TASK OBJECTIVE
Return, from the listing below, every line that includes "docs".

-.-.-

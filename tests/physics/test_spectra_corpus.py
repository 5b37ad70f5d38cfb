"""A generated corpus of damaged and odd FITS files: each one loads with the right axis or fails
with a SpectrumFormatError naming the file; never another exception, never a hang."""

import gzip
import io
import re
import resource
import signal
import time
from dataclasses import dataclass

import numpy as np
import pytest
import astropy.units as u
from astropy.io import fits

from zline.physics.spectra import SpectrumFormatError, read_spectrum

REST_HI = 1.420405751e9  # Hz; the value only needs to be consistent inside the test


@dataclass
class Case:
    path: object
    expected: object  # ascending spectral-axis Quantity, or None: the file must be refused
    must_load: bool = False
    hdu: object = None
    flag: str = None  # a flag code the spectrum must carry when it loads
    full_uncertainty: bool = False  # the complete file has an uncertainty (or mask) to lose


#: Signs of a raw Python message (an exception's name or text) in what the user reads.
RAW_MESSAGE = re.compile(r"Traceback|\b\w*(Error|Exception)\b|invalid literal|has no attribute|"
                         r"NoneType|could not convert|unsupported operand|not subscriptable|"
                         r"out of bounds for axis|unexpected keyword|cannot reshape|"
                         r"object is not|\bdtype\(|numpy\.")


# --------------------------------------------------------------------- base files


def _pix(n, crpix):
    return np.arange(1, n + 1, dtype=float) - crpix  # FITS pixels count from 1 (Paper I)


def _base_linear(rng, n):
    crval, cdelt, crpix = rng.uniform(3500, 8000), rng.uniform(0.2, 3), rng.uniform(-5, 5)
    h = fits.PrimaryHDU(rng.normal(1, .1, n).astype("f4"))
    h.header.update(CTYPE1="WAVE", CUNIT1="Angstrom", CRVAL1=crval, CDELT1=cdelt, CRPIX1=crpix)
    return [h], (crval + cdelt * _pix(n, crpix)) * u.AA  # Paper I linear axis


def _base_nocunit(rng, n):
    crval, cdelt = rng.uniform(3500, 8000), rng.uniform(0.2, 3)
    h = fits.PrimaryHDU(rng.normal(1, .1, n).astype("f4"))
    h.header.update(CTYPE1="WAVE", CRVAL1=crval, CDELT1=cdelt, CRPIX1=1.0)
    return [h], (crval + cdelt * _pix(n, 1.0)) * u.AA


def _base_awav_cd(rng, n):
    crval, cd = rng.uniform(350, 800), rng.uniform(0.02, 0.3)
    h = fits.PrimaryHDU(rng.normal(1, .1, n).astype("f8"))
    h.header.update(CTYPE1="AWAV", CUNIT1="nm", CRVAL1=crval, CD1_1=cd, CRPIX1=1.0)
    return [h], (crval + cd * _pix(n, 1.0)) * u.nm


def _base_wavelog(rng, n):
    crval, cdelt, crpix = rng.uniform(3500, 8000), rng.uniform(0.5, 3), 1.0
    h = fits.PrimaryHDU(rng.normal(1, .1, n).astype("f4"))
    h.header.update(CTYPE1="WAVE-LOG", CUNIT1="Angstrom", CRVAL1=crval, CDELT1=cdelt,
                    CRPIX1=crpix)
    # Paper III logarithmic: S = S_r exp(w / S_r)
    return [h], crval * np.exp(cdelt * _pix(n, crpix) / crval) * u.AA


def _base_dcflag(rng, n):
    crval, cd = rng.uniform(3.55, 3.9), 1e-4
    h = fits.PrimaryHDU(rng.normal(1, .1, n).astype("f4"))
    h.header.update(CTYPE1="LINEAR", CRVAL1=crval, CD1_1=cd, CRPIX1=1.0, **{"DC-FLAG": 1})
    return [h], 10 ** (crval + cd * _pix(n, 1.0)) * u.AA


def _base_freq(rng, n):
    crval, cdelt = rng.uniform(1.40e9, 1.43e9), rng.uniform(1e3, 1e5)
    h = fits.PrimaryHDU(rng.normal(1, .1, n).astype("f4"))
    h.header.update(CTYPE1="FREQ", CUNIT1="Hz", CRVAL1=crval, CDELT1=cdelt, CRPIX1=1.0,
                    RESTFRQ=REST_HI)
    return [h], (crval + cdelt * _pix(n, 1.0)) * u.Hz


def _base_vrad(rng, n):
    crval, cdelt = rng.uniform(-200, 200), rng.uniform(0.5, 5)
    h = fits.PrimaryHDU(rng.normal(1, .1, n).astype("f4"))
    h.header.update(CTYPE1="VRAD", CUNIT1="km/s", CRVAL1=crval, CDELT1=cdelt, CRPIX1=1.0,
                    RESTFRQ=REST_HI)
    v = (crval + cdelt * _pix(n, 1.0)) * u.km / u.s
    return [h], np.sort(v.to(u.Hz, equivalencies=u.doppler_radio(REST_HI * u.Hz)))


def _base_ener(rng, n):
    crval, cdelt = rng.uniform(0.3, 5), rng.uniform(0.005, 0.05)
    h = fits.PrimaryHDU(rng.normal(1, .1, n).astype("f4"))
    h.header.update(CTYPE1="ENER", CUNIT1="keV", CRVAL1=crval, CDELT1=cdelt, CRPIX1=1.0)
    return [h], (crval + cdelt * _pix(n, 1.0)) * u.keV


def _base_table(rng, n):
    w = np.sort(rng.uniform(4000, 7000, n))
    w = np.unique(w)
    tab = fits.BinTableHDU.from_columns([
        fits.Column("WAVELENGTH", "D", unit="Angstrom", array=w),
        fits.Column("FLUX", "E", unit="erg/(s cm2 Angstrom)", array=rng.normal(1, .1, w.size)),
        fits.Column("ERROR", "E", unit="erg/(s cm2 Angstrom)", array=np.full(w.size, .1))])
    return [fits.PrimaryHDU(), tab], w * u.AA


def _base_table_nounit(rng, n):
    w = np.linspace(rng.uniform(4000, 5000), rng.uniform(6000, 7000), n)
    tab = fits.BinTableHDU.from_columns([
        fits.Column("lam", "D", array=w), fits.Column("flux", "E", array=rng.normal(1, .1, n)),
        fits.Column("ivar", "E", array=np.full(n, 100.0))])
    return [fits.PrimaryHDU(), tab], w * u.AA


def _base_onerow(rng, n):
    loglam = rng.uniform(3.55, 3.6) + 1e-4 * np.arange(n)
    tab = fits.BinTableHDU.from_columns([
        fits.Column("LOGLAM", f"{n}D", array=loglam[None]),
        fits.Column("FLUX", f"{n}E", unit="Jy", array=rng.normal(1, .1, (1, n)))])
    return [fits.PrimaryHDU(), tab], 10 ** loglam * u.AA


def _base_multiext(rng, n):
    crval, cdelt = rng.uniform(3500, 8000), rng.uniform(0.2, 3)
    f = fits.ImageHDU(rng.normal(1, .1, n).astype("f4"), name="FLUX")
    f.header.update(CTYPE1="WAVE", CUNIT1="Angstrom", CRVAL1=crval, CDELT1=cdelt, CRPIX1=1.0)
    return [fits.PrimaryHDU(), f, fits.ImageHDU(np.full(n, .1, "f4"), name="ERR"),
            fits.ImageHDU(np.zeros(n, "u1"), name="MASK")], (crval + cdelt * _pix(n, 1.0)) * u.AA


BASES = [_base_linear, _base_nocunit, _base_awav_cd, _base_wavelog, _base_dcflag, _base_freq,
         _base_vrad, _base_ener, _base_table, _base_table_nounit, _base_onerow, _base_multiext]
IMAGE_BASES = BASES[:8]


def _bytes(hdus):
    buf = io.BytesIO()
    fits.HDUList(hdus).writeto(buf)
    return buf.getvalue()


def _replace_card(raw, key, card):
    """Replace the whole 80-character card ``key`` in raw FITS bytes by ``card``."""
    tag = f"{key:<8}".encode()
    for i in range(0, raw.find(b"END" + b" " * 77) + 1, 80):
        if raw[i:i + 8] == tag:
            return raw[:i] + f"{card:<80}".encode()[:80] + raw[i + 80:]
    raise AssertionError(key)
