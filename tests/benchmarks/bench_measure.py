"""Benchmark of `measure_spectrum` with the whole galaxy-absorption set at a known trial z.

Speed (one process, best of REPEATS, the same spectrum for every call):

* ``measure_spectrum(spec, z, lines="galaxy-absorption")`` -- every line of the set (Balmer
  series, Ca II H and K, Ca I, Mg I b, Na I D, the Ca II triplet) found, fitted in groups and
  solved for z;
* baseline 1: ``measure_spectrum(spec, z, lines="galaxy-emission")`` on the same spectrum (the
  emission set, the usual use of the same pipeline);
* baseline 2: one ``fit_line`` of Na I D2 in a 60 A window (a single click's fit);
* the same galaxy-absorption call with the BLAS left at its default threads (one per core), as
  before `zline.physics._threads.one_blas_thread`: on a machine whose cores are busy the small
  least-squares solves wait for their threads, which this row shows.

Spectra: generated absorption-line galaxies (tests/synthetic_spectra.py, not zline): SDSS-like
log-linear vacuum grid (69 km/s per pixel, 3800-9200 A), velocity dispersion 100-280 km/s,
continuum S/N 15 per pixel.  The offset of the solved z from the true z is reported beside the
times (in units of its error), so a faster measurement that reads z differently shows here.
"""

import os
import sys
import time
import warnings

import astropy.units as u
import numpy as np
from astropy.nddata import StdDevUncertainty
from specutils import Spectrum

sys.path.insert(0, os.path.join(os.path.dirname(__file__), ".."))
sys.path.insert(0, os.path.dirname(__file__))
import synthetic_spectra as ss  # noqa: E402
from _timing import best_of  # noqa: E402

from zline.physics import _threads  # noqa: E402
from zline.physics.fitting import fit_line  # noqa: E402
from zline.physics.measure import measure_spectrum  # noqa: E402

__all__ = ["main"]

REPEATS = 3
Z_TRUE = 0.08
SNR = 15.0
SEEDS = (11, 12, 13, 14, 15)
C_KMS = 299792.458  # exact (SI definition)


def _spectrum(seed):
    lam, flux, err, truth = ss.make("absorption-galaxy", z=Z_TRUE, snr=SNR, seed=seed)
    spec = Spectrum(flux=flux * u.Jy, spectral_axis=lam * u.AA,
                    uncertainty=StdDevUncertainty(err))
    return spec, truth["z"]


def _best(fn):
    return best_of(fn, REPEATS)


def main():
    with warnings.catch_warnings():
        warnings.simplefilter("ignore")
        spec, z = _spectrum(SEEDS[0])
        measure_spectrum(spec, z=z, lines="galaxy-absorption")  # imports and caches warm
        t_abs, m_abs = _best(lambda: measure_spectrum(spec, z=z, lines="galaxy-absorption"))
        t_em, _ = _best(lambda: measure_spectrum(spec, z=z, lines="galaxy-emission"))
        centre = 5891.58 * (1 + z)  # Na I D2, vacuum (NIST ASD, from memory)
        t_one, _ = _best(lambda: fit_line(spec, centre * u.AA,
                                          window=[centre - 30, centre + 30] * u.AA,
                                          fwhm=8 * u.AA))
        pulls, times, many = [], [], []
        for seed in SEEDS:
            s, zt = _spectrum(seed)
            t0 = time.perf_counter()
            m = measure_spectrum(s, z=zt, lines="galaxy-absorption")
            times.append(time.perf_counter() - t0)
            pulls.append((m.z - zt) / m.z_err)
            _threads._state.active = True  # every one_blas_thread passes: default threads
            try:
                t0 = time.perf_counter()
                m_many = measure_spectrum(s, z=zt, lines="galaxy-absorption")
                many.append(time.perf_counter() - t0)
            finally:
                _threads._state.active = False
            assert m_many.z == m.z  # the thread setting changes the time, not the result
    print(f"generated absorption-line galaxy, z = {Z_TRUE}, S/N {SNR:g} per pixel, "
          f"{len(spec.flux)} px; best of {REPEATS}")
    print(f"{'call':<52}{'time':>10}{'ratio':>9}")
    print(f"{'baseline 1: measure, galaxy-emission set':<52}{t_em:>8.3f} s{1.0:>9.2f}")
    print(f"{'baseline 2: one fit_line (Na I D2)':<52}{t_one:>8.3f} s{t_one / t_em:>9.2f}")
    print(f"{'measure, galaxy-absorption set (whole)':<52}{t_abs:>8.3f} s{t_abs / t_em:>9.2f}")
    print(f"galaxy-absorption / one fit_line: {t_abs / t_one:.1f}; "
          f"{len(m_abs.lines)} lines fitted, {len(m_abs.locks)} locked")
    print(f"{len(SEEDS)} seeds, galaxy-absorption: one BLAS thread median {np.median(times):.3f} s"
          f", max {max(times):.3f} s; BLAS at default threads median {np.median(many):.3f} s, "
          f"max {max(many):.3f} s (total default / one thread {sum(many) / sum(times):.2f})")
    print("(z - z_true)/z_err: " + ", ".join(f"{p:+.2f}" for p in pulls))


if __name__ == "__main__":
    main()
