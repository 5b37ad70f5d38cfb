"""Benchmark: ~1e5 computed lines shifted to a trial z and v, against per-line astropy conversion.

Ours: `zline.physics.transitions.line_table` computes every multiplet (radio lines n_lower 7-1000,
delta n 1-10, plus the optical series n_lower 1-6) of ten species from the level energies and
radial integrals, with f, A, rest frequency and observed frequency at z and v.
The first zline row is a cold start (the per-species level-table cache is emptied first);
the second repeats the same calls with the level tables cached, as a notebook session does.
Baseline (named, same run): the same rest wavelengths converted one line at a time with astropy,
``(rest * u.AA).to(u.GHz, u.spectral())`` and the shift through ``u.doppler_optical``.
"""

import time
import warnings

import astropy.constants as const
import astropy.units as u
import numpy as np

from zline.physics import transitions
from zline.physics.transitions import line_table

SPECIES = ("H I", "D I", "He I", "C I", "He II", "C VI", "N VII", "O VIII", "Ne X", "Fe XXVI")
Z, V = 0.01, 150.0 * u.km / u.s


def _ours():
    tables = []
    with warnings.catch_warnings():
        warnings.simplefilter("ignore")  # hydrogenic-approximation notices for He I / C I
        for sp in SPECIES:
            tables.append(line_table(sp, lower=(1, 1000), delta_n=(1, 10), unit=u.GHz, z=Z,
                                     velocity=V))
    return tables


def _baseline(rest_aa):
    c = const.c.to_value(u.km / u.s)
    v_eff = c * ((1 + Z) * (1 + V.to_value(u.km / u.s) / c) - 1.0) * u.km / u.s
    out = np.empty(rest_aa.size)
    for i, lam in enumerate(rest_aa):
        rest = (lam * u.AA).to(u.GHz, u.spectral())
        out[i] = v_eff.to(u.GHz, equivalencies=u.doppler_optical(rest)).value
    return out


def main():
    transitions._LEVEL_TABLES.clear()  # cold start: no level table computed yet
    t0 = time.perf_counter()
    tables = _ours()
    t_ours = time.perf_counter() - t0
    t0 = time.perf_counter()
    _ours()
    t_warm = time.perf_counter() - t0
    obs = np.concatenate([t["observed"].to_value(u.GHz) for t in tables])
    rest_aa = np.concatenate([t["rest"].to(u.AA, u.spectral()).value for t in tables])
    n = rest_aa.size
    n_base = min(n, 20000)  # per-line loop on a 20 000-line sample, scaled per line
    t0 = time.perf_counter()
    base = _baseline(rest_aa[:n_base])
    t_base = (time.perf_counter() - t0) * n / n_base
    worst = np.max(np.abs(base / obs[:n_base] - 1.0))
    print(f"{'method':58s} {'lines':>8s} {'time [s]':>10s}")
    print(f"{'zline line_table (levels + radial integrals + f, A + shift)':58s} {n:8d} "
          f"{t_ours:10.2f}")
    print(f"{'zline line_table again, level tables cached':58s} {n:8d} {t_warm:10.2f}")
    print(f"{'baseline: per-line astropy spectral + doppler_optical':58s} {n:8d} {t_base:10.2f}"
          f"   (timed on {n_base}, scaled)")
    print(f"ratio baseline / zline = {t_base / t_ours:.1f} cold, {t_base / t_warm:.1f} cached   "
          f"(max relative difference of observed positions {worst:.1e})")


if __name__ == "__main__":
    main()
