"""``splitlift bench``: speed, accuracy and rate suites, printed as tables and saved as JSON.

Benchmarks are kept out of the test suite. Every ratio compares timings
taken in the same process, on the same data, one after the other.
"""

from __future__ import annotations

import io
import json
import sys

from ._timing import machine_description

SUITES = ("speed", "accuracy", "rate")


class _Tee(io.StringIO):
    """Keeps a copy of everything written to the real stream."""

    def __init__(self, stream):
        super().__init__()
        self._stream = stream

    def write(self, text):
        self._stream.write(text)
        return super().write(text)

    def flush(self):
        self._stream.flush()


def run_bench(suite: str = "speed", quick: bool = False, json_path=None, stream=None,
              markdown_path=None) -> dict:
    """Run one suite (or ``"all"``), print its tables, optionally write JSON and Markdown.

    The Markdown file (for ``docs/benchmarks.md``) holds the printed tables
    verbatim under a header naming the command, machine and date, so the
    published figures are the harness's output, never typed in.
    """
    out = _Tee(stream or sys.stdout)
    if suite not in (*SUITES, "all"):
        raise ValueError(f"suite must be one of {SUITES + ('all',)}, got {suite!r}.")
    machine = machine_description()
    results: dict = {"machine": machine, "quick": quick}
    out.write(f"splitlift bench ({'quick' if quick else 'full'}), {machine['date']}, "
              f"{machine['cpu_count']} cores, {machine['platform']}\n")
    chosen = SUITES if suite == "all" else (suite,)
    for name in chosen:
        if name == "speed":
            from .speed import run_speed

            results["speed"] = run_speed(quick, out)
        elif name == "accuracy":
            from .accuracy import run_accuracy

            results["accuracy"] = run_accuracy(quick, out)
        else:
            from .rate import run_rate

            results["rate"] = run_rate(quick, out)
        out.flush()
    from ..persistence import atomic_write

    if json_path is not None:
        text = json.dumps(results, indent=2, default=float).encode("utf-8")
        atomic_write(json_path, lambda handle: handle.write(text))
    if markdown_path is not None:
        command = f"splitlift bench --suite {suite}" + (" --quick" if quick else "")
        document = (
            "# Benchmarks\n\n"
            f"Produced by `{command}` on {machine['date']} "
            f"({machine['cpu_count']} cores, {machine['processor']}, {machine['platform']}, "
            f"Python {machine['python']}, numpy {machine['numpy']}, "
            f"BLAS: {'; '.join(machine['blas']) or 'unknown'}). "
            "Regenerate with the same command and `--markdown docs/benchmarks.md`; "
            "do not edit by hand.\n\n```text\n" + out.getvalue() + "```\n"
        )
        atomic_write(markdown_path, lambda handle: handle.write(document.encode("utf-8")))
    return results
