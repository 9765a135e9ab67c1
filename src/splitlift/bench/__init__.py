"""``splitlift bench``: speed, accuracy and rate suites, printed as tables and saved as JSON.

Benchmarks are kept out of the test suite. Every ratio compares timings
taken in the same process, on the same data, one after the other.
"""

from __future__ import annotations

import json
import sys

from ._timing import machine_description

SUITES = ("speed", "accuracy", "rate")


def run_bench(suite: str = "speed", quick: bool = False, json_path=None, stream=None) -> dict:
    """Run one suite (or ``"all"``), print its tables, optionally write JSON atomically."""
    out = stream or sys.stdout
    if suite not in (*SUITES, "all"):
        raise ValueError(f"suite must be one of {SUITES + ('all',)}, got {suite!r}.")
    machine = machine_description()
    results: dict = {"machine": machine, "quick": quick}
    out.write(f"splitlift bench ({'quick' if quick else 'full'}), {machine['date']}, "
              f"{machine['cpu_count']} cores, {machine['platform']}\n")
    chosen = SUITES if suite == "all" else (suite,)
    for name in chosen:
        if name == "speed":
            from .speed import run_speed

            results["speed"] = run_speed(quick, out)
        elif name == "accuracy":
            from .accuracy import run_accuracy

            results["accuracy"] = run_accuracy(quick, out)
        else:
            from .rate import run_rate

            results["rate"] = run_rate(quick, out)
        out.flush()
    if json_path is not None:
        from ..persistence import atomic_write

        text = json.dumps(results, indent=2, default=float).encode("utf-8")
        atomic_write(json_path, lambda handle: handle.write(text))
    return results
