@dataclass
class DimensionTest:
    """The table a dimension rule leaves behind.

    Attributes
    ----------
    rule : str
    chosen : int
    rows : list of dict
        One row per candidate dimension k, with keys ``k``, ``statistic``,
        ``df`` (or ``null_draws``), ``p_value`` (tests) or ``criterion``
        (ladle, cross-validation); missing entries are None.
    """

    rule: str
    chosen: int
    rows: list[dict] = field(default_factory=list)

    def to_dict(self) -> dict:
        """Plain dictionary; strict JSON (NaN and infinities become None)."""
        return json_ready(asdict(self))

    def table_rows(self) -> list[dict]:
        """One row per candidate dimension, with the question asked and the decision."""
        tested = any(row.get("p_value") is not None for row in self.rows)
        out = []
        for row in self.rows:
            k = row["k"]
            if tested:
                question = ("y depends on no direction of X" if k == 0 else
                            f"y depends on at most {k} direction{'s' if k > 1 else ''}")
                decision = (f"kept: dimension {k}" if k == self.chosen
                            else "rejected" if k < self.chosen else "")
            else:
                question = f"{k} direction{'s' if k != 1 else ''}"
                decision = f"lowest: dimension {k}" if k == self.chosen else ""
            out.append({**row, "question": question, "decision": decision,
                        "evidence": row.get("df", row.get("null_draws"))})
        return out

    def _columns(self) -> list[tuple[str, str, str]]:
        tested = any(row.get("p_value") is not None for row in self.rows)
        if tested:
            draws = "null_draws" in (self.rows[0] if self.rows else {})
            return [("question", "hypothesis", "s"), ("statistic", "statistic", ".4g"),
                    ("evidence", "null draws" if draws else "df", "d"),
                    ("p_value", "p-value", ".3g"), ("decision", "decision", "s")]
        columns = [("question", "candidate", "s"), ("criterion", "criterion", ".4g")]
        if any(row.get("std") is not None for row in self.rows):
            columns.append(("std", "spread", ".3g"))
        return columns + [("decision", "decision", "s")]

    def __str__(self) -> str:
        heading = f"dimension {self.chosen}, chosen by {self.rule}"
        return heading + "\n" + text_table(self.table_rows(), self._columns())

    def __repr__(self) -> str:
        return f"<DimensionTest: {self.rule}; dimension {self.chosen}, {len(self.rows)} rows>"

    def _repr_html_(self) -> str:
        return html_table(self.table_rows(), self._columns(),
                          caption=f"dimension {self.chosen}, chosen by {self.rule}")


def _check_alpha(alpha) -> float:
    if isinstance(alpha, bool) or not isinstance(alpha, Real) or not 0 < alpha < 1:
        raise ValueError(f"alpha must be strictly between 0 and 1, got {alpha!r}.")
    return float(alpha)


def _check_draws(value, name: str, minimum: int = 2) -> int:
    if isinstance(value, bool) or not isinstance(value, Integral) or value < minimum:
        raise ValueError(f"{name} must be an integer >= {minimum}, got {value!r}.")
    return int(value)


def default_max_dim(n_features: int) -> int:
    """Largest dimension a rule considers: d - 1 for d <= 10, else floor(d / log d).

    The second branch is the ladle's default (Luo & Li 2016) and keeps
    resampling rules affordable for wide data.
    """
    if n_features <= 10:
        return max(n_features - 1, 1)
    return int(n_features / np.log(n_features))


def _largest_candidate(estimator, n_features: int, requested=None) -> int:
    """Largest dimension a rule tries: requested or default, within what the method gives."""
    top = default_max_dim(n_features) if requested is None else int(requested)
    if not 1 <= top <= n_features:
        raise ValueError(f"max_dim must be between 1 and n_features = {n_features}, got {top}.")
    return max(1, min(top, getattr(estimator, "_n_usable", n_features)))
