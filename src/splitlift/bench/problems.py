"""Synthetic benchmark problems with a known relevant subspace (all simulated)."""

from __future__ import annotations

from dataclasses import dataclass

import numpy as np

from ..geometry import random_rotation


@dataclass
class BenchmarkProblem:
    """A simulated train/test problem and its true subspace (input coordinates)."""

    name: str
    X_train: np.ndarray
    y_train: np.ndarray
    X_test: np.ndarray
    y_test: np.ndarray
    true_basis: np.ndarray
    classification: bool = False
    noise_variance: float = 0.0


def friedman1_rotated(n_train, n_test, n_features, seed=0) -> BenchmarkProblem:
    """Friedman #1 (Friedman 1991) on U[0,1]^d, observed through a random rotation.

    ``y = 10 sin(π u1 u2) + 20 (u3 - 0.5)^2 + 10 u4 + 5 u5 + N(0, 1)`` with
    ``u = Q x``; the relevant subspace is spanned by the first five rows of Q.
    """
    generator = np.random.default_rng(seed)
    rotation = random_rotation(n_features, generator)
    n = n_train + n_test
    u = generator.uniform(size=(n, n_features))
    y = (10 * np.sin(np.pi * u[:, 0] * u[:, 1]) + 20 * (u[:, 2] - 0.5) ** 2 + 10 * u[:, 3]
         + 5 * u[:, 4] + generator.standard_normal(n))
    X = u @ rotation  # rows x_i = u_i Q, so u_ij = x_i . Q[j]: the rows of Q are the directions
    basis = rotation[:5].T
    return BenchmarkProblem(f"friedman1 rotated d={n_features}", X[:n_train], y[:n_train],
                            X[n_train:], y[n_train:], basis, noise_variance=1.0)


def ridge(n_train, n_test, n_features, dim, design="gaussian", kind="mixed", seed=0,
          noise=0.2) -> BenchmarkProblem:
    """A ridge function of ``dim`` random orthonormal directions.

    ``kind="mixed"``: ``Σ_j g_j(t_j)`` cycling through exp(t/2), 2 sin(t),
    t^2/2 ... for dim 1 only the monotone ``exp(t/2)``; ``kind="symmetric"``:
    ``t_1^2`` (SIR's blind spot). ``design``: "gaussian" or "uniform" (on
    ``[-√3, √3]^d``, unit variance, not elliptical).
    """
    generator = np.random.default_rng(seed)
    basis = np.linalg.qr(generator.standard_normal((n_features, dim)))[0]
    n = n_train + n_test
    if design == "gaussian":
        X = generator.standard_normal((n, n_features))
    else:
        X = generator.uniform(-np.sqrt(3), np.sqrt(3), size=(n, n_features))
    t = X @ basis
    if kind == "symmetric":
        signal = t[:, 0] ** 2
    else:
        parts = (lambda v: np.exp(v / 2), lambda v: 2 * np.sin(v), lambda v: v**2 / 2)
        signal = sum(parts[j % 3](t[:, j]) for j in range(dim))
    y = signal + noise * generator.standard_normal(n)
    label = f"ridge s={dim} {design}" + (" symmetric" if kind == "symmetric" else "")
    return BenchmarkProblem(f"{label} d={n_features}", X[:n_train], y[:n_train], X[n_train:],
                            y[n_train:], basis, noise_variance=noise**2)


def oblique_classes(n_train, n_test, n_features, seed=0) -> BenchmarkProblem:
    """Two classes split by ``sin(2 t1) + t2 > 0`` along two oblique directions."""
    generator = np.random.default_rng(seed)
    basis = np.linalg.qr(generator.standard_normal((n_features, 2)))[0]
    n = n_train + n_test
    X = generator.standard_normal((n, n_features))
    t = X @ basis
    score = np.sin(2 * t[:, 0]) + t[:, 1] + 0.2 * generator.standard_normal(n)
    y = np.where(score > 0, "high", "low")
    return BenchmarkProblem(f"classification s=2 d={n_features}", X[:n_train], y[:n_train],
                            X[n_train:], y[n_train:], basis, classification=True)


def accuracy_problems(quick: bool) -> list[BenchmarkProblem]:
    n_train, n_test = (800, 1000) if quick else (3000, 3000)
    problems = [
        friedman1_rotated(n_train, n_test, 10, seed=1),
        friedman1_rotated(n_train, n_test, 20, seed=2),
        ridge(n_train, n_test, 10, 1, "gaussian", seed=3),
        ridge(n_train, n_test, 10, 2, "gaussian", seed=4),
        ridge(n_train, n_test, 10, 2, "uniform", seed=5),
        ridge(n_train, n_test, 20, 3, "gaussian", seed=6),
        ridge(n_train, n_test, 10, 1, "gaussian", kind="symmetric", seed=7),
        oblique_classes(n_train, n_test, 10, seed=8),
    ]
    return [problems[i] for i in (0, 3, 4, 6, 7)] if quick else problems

-.-.-

WRITTEN SOLUTION
    The Markdown file (for ``docs/benchmarks.md``) holds the printed tables
            "Regenerate with the same command and `--markdown docs/benchmarks.md`; "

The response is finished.